> Collected data entries
* * *
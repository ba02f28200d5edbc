"""stopwise.data_schemas: what the data look like; read, validate, convert, bundle.

Modules (imported on demand, so that ``errors`` stays cheap for the command line):
``columns`` (the three formats' columns), ``reading`` (CSV/Parquet/DataFrame in),
``validate`` (every problem at once), ``report`` (Problem, ValidationReport), ``load``
(Dataset), ``convert`` (trial <-> decision level), ``bundle`` (StoppingData/LotteryData),
``arrays`` (the bundle types) and ``errors``.
"""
* * *
Your answer should be a single number, which is the count of lines in the data above that include the word "convert".

> Solution for this problem
2